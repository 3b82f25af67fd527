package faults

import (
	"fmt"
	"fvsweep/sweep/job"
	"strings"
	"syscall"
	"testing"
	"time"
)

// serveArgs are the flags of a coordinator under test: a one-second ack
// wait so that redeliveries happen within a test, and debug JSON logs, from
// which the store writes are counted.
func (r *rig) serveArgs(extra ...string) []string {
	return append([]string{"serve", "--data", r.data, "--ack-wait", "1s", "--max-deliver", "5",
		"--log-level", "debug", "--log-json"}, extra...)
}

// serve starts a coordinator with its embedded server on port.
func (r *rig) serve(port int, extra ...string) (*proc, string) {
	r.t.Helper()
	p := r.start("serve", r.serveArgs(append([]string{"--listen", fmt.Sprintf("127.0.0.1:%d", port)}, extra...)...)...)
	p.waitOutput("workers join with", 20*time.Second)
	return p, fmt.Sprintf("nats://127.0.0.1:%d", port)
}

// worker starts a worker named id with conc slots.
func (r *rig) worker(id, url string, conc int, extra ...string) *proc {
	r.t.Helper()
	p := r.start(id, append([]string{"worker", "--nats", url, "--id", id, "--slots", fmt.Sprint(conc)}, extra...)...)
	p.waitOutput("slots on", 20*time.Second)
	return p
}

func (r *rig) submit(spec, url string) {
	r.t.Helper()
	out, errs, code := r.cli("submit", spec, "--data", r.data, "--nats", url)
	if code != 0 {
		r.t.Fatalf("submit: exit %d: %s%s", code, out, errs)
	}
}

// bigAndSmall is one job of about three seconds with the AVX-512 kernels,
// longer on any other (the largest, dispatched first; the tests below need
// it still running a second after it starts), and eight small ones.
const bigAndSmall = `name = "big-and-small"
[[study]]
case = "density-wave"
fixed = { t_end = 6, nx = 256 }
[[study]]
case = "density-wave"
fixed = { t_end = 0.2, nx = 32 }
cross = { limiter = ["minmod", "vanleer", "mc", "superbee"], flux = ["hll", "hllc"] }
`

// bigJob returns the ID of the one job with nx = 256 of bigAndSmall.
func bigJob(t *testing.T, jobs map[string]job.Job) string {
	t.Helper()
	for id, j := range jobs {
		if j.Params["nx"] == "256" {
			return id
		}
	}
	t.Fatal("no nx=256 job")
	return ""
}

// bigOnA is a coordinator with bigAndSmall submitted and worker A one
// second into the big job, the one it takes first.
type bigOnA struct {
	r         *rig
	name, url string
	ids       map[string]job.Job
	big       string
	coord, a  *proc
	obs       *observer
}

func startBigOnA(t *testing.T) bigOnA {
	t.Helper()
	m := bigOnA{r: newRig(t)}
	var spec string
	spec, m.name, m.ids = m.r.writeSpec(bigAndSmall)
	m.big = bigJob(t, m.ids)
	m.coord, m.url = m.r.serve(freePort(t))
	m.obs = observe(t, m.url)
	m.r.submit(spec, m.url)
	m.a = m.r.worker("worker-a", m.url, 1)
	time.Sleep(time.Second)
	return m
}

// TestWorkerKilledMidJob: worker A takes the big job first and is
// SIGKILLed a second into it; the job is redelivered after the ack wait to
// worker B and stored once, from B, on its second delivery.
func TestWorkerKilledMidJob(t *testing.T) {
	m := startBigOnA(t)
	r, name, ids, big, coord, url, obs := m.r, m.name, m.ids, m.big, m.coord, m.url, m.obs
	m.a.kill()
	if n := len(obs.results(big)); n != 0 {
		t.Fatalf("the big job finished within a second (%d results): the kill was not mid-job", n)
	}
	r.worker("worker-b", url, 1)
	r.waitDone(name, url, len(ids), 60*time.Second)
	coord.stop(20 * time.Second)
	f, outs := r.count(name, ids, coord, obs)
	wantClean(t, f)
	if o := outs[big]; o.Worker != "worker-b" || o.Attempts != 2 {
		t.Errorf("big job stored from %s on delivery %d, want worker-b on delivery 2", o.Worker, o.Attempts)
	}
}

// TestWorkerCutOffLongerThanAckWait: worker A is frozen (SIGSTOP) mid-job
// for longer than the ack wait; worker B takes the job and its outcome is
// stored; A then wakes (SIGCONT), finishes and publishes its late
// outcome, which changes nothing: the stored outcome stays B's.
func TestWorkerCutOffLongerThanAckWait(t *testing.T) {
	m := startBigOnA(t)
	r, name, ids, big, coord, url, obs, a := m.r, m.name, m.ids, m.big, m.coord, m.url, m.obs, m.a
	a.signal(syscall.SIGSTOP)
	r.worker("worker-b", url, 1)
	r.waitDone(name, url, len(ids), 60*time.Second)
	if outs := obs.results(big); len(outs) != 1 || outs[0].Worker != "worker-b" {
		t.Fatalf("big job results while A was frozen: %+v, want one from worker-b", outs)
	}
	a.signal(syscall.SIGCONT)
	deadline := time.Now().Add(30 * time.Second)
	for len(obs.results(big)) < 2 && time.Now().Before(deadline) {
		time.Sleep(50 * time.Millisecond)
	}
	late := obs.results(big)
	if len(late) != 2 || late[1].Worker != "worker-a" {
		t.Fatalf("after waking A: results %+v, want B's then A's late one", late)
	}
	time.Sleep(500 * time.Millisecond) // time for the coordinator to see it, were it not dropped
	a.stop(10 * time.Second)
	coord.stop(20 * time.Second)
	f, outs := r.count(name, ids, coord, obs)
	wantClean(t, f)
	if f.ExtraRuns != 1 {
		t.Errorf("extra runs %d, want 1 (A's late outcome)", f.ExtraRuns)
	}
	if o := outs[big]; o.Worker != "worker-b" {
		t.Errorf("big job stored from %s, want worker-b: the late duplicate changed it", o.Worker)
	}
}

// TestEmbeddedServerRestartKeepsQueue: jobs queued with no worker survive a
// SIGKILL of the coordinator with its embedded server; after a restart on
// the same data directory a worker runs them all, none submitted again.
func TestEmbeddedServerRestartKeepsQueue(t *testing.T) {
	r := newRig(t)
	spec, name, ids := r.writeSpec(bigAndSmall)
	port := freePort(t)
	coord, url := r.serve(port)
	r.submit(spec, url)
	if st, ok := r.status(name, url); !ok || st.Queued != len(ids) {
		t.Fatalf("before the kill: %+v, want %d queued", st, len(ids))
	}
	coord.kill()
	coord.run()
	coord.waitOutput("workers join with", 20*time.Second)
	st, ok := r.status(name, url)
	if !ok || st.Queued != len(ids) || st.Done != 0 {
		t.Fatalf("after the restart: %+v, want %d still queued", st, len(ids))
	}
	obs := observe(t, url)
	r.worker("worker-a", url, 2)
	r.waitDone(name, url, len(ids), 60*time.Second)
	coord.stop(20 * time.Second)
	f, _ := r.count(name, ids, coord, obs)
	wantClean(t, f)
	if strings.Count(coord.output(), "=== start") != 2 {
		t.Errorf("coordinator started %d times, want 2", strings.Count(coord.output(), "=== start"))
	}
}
***
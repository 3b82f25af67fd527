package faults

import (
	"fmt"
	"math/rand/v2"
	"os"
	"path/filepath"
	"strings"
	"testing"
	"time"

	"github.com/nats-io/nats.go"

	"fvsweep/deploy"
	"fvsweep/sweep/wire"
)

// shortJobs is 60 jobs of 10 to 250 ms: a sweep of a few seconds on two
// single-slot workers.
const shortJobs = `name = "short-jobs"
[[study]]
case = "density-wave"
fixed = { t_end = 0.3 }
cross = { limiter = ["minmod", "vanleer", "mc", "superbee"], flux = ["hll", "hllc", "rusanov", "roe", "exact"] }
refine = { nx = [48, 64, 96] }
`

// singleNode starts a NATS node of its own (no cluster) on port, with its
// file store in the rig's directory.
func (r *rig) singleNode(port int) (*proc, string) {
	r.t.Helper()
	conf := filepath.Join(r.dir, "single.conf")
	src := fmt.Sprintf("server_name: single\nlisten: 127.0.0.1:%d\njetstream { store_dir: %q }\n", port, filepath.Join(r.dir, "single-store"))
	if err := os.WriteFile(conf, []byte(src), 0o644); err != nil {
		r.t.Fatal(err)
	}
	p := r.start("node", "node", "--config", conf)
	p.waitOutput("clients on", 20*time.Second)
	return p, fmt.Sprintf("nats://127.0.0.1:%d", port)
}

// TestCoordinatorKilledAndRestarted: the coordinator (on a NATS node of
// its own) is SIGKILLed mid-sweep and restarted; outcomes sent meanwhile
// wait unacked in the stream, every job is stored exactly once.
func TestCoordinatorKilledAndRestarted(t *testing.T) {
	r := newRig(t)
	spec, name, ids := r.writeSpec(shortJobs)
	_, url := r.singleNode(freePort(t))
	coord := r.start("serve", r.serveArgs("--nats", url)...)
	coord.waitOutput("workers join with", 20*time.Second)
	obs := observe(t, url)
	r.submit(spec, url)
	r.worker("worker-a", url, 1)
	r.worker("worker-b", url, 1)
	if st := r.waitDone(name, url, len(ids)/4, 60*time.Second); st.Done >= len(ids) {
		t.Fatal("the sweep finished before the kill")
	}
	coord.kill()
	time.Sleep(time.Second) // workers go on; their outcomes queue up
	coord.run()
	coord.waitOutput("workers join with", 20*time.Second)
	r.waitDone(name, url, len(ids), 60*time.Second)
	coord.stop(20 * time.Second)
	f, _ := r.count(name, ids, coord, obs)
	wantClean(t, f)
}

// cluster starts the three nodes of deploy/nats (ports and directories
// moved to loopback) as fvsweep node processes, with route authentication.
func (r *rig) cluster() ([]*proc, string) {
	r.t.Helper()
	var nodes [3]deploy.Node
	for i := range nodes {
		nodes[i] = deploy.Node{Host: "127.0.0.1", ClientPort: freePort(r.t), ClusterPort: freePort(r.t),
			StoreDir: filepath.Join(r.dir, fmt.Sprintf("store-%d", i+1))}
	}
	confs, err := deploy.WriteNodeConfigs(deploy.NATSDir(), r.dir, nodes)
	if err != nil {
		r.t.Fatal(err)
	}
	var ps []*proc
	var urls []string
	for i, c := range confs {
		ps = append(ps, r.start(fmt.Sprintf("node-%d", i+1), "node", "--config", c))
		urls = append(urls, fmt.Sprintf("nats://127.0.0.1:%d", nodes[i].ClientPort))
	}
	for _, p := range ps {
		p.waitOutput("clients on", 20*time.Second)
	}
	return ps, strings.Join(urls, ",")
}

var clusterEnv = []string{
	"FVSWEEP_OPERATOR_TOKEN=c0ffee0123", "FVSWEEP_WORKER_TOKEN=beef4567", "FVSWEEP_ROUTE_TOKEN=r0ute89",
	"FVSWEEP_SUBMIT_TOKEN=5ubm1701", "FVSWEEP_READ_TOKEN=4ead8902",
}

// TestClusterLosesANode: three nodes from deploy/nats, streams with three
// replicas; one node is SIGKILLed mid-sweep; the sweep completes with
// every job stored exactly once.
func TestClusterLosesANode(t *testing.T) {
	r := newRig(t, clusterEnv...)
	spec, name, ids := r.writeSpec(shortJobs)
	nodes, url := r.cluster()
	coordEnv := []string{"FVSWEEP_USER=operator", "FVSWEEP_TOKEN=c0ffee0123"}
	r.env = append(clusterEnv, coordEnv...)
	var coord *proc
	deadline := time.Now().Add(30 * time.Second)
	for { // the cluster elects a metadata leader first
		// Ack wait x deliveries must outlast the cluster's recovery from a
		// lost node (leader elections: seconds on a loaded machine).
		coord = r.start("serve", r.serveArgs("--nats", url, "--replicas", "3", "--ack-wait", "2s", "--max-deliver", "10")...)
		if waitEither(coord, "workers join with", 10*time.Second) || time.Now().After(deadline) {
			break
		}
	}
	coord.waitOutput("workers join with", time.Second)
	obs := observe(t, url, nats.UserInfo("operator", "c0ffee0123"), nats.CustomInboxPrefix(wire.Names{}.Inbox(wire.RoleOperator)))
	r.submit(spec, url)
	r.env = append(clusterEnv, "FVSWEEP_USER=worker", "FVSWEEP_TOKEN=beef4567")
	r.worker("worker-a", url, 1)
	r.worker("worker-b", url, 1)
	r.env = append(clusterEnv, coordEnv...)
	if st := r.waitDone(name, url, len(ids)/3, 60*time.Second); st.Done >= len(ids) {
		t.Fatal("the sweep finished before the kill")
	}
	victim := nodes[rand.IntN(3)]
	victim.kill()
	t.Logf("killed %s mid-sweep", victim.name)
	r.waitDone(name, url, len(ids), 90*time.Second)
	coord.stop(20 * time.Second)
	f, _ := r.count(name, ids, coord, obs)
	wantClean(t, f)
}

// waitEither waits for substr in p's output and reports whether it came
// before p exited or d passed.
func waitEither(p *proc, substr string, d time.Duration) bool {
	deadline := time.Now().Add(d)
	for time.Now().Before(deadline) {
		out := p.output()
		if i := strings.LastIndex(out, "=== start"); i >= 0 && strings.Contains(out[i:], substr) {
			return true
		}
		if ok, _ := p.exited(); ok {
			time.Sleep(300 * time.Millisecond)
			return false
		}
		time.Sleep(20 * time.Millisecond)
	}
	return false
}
***
Using only the entries above, output the line with "url := r.singleNode(freePort(t))", the line with "for _, p := range", and all lines between them, exactly as they stand.

→ Result of this task:
	_, url := r.singleNode(freePort(t))
	coord := r.start("serve", r.serveArgs("--nats", url)...)
	coord.waitOutput("workers join with", 20*time.Second)
	obs := observe(t, url)
	r.submit(spec, url)
	r.worker("worker-a", url, 1)
	r.worker("worker-b", url, 1)
	if st := r.waitDone(name, url, len(ids)/4, 60*time.Second); st.Done >= len(ids) {
		t.Fatal("the sweep finished before the kill")
	}
	coord.kill()
	time.Sleep(time.Second) // workers go on; their outcomes queue up
	coord.run()
	coord.waitOutput("workers join with", 20*time.Second)
	r.waitDone(name, url, len(ids), 60*time.Second)
	coord.stop(20 * time.Second)
	f, _ := r.count(name, ids, coord, obs)
	wantClean(t, f)
}

// cluster starts the three nodes of deploy/nats (ports and directories
// moved to loopback) as fvsweep node processes, with route authentication.
func (r *rig) cluster() ([]*proc, string) {
	r.t.Helper()
	var nodes [3]deploy.Node
	for i := range nodes {
		nodes[i] = deploy.Node{Host: "127.0.0.1", ClientPort: freePort(r.t), ClusterPort: freePort(r.t),
			StoreDir: filepath.Join(r.dir, fmt.Sprintf("store-%d", i+1))}
	}
	confs, err := deploy.WriteNodeConfigs(deploy.NATSDir(), r.dir, nodes)
	if err != nil {
		r.t.Fatal(err)
	}
	var ps []*proc
	var urls []string
	for i, c := range confs {
		ps = append(ps, r.start(fmt.Sprintf("node-%d", i+1), "node", "--config", c))
		urls = append(urls, fmt.Sprintf("nats://127.0.0.1:%d", nodes[i].ClientPort))
	}
	for _, p := range ps {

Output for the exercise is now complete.